30-min egg-laying period embryos were used for electroporation or micro-
injection. Embryos were dechorionated by manual procedure using a blunt
needle and double sided sticky tape. I pasted two pieces of this tape, one 4cm
in length and 1mm width -A- and another 2 cm² area -B- on a micro-slide
(figure-7). I wetted both two pieces of tape by a small quantity of water and
transferred a number of the embryos on the -B- piece. After the
dechorionation I lined up the embryos on the -A- piece. For the
electroporating -A- piece was carefully removed and put into the Petri-dish
cuvette containing electroporation buffer but for the micro-injecting the -A-
piece was removed and pasted on another micro-slide then the embryos
covered with as little halocarbon oil mix (series HC-700 35ml + series 27
5ml) as possible.
The micro-injection set-up consists of an inverted microscope and an air-
pressure injecting device connected to a needle holder. The needles were
1.0mm OD borosilicate capillaries with omega dot fiber (e.g.
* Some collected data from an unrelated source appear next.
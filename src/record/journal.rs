//! The journal of a run: one append-only file a writer, framed blocks, forced to the disk every few seconds
//! and at reviews.

use super::fault::RecordFault;
use super::frame::{self, HEAD, HEADER, Header};
use super::scan::{Broken, Cut, Frozen, Scan, Shelf, cut, scan};
use super::sync::Syncer;
use crate::course::State;
use crate::engine::trail::{self, Digest};
use crate::engine::{Finished, Journal, Mark, Reader, Stood};
use std::fs::{File, OpenOptions};
use std::io;
use std::os::unix::fs::FileExt;
use std::path::{Path, PathBuf};
use std::sync::Arc;

/// An open journal. Its one writer holds the lock of the folder it lies in.
pub struct JournalFile {
    path: PathBuf,
    file: Arc<File>,
    syncer: Syncer,
    shelf: Shelf,
    frozen: Frozen,
    end: u64,
    /// What was cut off when it was opened.
    pub cut: Option<Cut>,
    /// Blocks that stood when it was opened.
    pub stood: u64,
}

impl JournalFile {
    /// Opens the journal of a plan, or begins it; cuts off what follows the first block that is not whole.
    pub fn open(path: &Path, plan: &Digest) -> Result<JournalFile, RecordFault> {
        let io = |fault| RecordFault::disk("open", path, &fault);
        let file = OpenOptions::new()
            .read(true)
            .write(true)
            .create(true)
            .truncate(false)
            .open(path)
            .map_err(io)?;
        let length = file.metadata().map_err(io)?.len();
        let head = frame::head(plan);
        let scanned = if length < HEAD as u64 {
            file.set_len(0).map_err(io)?;
            file.write_all_at(&head, 0).map_err(io)?;
            Scan {
                end: HEAD as u64,
                ..Scan::default()
            }
        } else {
            let mut found = [0; HEAD];
            file.read_exact_at(&mut found, 0).map_err(io)?;
            if found != head {
                let words = "it is not the journal of this plan";
                return Err(RecordFault::foreign(path, words));
            }
            scan(&file, length).map_err(|broken| match broken {
                Broken::Io(fault) => io(fault),
                Broken::Order(words) => RecordFault::foreign(path, &words),
            })?
        };
        let cut = cut(&file, scanned.end, length).map_err(io)?;
        if cut.is_some() {
            file.set_len(scanned.end).map_err(io)?;
            file.sync_all().map_err(io)?;
        }
        let file = Arc::new(file);
        Ok(JournalFile {
            path: path.to_owned(),
            syncer: Syncer::new(file.clone()),
            file,
            stood: scanned
                .shelf
                .values()
                .map(|blocks| blocks.len() as u64)
                .sum(),
            shelf: scanned.shelf,
            frozen: scanned.frozen,
            end: scanned.end,
            cut,
        })
    }

    /// Bytes written so far.
    pub fn length(&self) -> u64 {
        self.end
    }

    /// The blocks that stood when it was opened, by point and chain, less those asked for since.
    pub fn standing_blocks(&self) -> &Shelf {
        &self.shelf
    }

    /// Every block that stands by now, each byte of it read and held against its digests.
    pub(super) fn rescan(&mut self) -> Result<Shelf, RecordFault> {
        let scanned = scan(&self.file, self.end).map_err(|broken| match broken {
            Broken::Io(fault) => RecordFault::disk("read", &self.path, &fault),
            Broken::Order(words) => RecordFault::foreign(&self.path, &words),
        })?;
        if scanned.end < self.end {
            return Err(self.lacking());
        }
        Ok(scanned.shelf)
    }

    /// The fault of a journal that no longer holds what was written to it.
    pub(super) fn lacking(&self) -> RecordFault {
        let changed = io::Error::other("blocks are no longer what was written");
        RecordFault::disk("read", &self.path, &changed)
    }

    /// Appends a block that an earlier run drew, as one that stands.
    pub fn take(&mut self, block: &Finished) -> Result<(), String> {
        let mark = self.append(block)?;
        let frozen = self.frozen.get(&(block.point, block.chain));
        let stood = Stood {
            phase: block.phase,
            draws: block.draws,
            draws_digest: block.draws_digest,
            state_hash: block.state_hash,
            link: block.link,
            mark,
            kept: block.state.is_some(),
            frozen: frozen.map_or(mark, |(_, mark)| *mark),
        };
        let key = (block.point, block.chain);
        self.shelf.entry(key).or_default().push(stood);
        Ok(())
    }

    /// Throws all blocks away.
    pub fn clear(&mut self) -> Result<(), String> {
        let cleared = self.file.set_len(HEAD as u64);
        cleared.map_err(|fault| self.words("write", &fault))?;
        self.end = HEAD as u64;
        self.shelf.clear();
        self.frozen.clear();
        Ok(())
    }

    /// Asks that what is written be on the disk soon.
    pub fn sync_soon(&mut self) {
        self.syncer.ask();
    }

    fn write(&mut self, header: &Header, block: &Finished) -> io::Result<u64> {
        let mut at = self.end;
        let state = block.state.as_ref();
        let moving: &[u8] = state.map_or(&[], |state| &state.moving);
        let frozen: &[u8] = match state {
            Some(state) if header.frozen_here => &state.frozen,
            _ => &[],
        };
        let head = header.bytes();
        for part in [head.as_slice(), &block.payload, frozen, moving] {
            if !part.is_empty() {
                self.file.write_all_at(part, at)?;
                at += part.len() as u64;
            }
        }
        Ok(at)
    }

    fn words(&self, done: &str, fault: &io::Error) -> String {
        RecordFault::disk(done, &self.path, fault).to_string()
    }
}

impl Journal for JournalFile {
    fn standing(&mut self, point: usize, chain: usize) -> Vec<Stood> {
        self.shelf.remove(&(point, chain)).unwrap_or_default()
    }

    fn append(&mut self, block: &Finished) -> Result<Mark, String> {
        if let Some(fault) = self.syncer.fault() {
            return Err(self.words("write", &fault));
        }
        let key = (block.point, block.chain);
        let written = self.frozen.get(&key).map(|(digest, _)| *digest);
        let frozen_here = written != Some(block.state_hash.frozen);
        let header = Header::of(block, frozen_here)
            .map_err(|_| "a block is too long for the journal: its counts pass 2^32".to_owned())?;
        let mark = Mark(self.end);
        match self.write(&header, block) {
            Ok(end) => {
                self.end = end;
                if header.frozen_here {
                    self.frozen.insert(key, (header.state_hash.frozen, mark));
                }
            }
            Err(fault) => {
                // A part of the frame may stand; opening would cut it off as well, should this fail too.
                let _ = self.file.set_len(self.end);
                return Err(self.words("write", &fault));
            }
        }
        self.syncer.tick();
        Ok(mark)
    }

    fn sync(&mut self) -> Result<(), String> {
        let earlier = self.syncer.fault().map_or(Ok(()), Err);
        earlier
            .and_then(|()| self.file.sync_data())
            .map_err(|fault| self.words("write", &fault))
    }

    fn reader(&self) -> Arc<dyn Reader> {
        Arc::new(JournalReader {
            path: self.path.clone(),
            file: self.file.clone(),
        })
    }
}

struct JournalReader {
    path: PathBuf,
    file: Arc<File>,
}

impl JournalReader {
    fn words(&self, fault: &io::Error) -> String {
        RecordFault::disk("read", &self.path, fault).to_string()
    }

    fn header(&self, mark: Mark) -> Result<Header, String> {
        let mut bytes = [0; HEADER];
        self.file
            .read_exact_at(&mut bytes, mark.0)
            .map_err(|fault| self.words(&fault))?;
        Header::read(&bytes).ok_or_else(|| {
            let changed = io::Error::other("a block is no longer what was written");
            self.words(&changed)
        })
    }

    fn bytes(&self, at: u64, size: u32) -> Result<Vec<u8>, String> {
        let mut bytes = vec![0; size as usize];
        self.file
            .read_exact_at(&mut bytes, at)
            .map_err(|fault| self.words(&fault))?;
        Ok(bytes)
    }
}

impl Reader for JournalReader {
    fn column(&self, mark: Mark, quantity: usize, into: &mut Vec<f64>) -> Result<(), String> {
        let header = self.header(mark)?;
        if quantity >= header.quantities as usize {
            let unlike = io::Error::other("a block does not have the quantities of this plan");
            return Err(self.words(&unlike));
        }
        let size = u64::from(header.draws) * 8;
        let at = mark.0 + HEADER as u64 + quantity as u64 * size;
        let mut bytes = vec![0; size as usize];
        self.file
            .read_exact_at(&mut bytes, at)
            .map_err(|fault| self.words(&fault))?;
        into.extend(trail::values(&bytes));
        Ok(())
    }

    fn state(&self, block: &Stood) -> Result<State, String> {
        let last = self.header(block.mark)?;
        if !last.kept {
            return Err("the state after this block is not kept".into());
        }
        let at = block.mark.0 + last.frame().unwrap_or(0) - u64::from(last.moving);
        let moving = self.bytes(at, last.moving)?;
        let keeper = self.header(block.frozen)?;
        let at = block.frozen.0 + HEADER as u64 + keeper.payload().unwrap_or(0);
        let frozen = self.bytes(at, keeper.frozen)?;
        Ok(State { frozen, moving })
    }
}

#[cfg(test)]
mod tests;
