//! Who worked on a run, when, where and with what: one entry a start; and the runs begun before it under the same
//! name. Outside every digest.

use super::bag::CIRCUMSTANCES as NAME;
use super::begun::Begun;
use super::fault::RecordFault;
use super::folder::Open;
use super::{moment, program};
use crate::canon::{Json, hex};
use crate::plan::Plan;
use std::fs;
use std::io;

/// The starts of a run, this one last.
#[derive(Debug, Clone, PartialEq)]
pub struct Circumstances {
    earlier: Vec<Json>,
    this: Vec<(String, Json)>,
    begun: Begun,
    /// What is wrong with the list of runs begun, in words for the reader.
    pub warning: Option<String>,
}

impl Circumstances {
    /// Enters this start in the folder, after those before; the first of a plan also in the list of runs begun.
    pub fn begin(open: &Open, plan: &Plan, threads: usize) -> Result<Circumstances, RecordFault> {
        let path = open.path().join(NAME);
        let earlier = match fs::read_to_string(&path) {
            // What a power cut left of it before it was forced to the disk.
            Ok(text) if text.trim_matches(['\0', ' ', '\n']).is_empty() => Vec::new(),
            Ok(text) => Json::read(&text)
                .map_err(|words| RecordFault::foreign(&path, &words))?
                .get("starts")
                .map_or(Vec::new(), |starts| starts.items().to_vec()),
            Err(fault) if fault.kind() == io::ErrorKind::NotFound => Vec::new(),
            Err(fault) => return Err(RecordFault::disk("read", &path, &fault)),
        };
        let cut = open.journal.cut;
        let counts = [
            ("threads", threads as u64),
            ("blocks_found", open.journal.stood),
            ("bytes_cut", cut.map_or(0, |cut| cut.bytes)),
            ("whole_blocks_cut", cut.map_or(0, |cut| cut.behind)),
        ];
        let mut this = vec![("began", Json::text(moment::now()))];
        this.extend(program::members());
        this.extend(counts.map(|(name, count)| (name, Json::Count(count))));
        let folder = open.path().parent().unwrap_or(open.path());
        let begun = Begun::of(folder, &hex(&plan.digest()), &plan.root);
        let warning = begun.begins().err().or_else(|| begun.earlier().fault);
        let this = this.into_iter();
        let circumstances = Circumstances {
            earlier,
            this: this.map(|(name, what)| (name.to_owned(), what)).collect(),
            begun,
            warning,
        };
        circumstances.save(open)?;
        Ok(circumstances)
    }

    /// Has the starts entered in another folder before those of this one, which has none yet.
    pub fn follow(open: &Open, other: &Open) -> Result<(), RecordFault> {
        let (from, to) = (other.path().join(NAME), open.path().join(NAME));
        match fs::read(&from) {
            Ok(bytes) if !to.exists() => open.write(NAME, &bytes),
            Ok(_) => Ok(()),
            Err(fault) if fault.kind() == io::ErrorKind::NotFound => Ok(()),
            Err(fault) => Err(RecordFault::disk("read", &from, &fault)),
        }
    }

    /// Enters something more about this start.
    pub fn enter(&mut self, name: &str, what: Json) {
        self.this.push((name.into(), what));
    }

    /// Enters how this start ended, and the runs of other plans begun under this name. Gives what stands in the
    /// file.
    pub fn end(mut self, open: &Open, outcome: &str) -> Result<Json, RecordFault> {
        self.this.push(("ended".into(), Json::text(moment::now())));
        self.this.push(("outcome".into(), Json::text(outcome)));
        // What is wrong with that list was told when the run began, and stands in the file.
        let _ = self.begun.ends(outcome);
        self.save(open)
    }

    /// Writes what is entered so far, and gives it.
    pub fn save(&self, open: &Open) -> Result<Json, RecordFault> {
        let mut starts = self.earlier.clone();
        starts.push(Json::object(self.this.clone()));
        let earlier = self.begun.earlier();
        let all = Json::object([
            ("starts", Json::Array(starts)),
            ("earlier_runs", earlier.runs),
            ("earlier_runs_left_out", Json::Count(earlier.left_out)),
            (
                "earlier_runs_fault",
                earlier.fault.map_or(Json::Null, Json::text),
            ),
        ]);
        open.write(NAME, all.pretty().as_bytes())?;
        Ok(all)
    }
}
Frederik Haer
& Co, # 30-30/0 and pulled on a horizontal micropipette puller of the Sutter
brand series (21).
For comparison of different tools and methods I separated a number of
embryos which were not electroporated, but otherwise treated in the same
way from the same samples and compared the rates of fly survival
electroporated relative.
Stable transformation was monitored by eye color where non-mosaic red
eyes would indicate stable transformation. This was monitored for both G0
(parental generation) and F1(first offspring generation).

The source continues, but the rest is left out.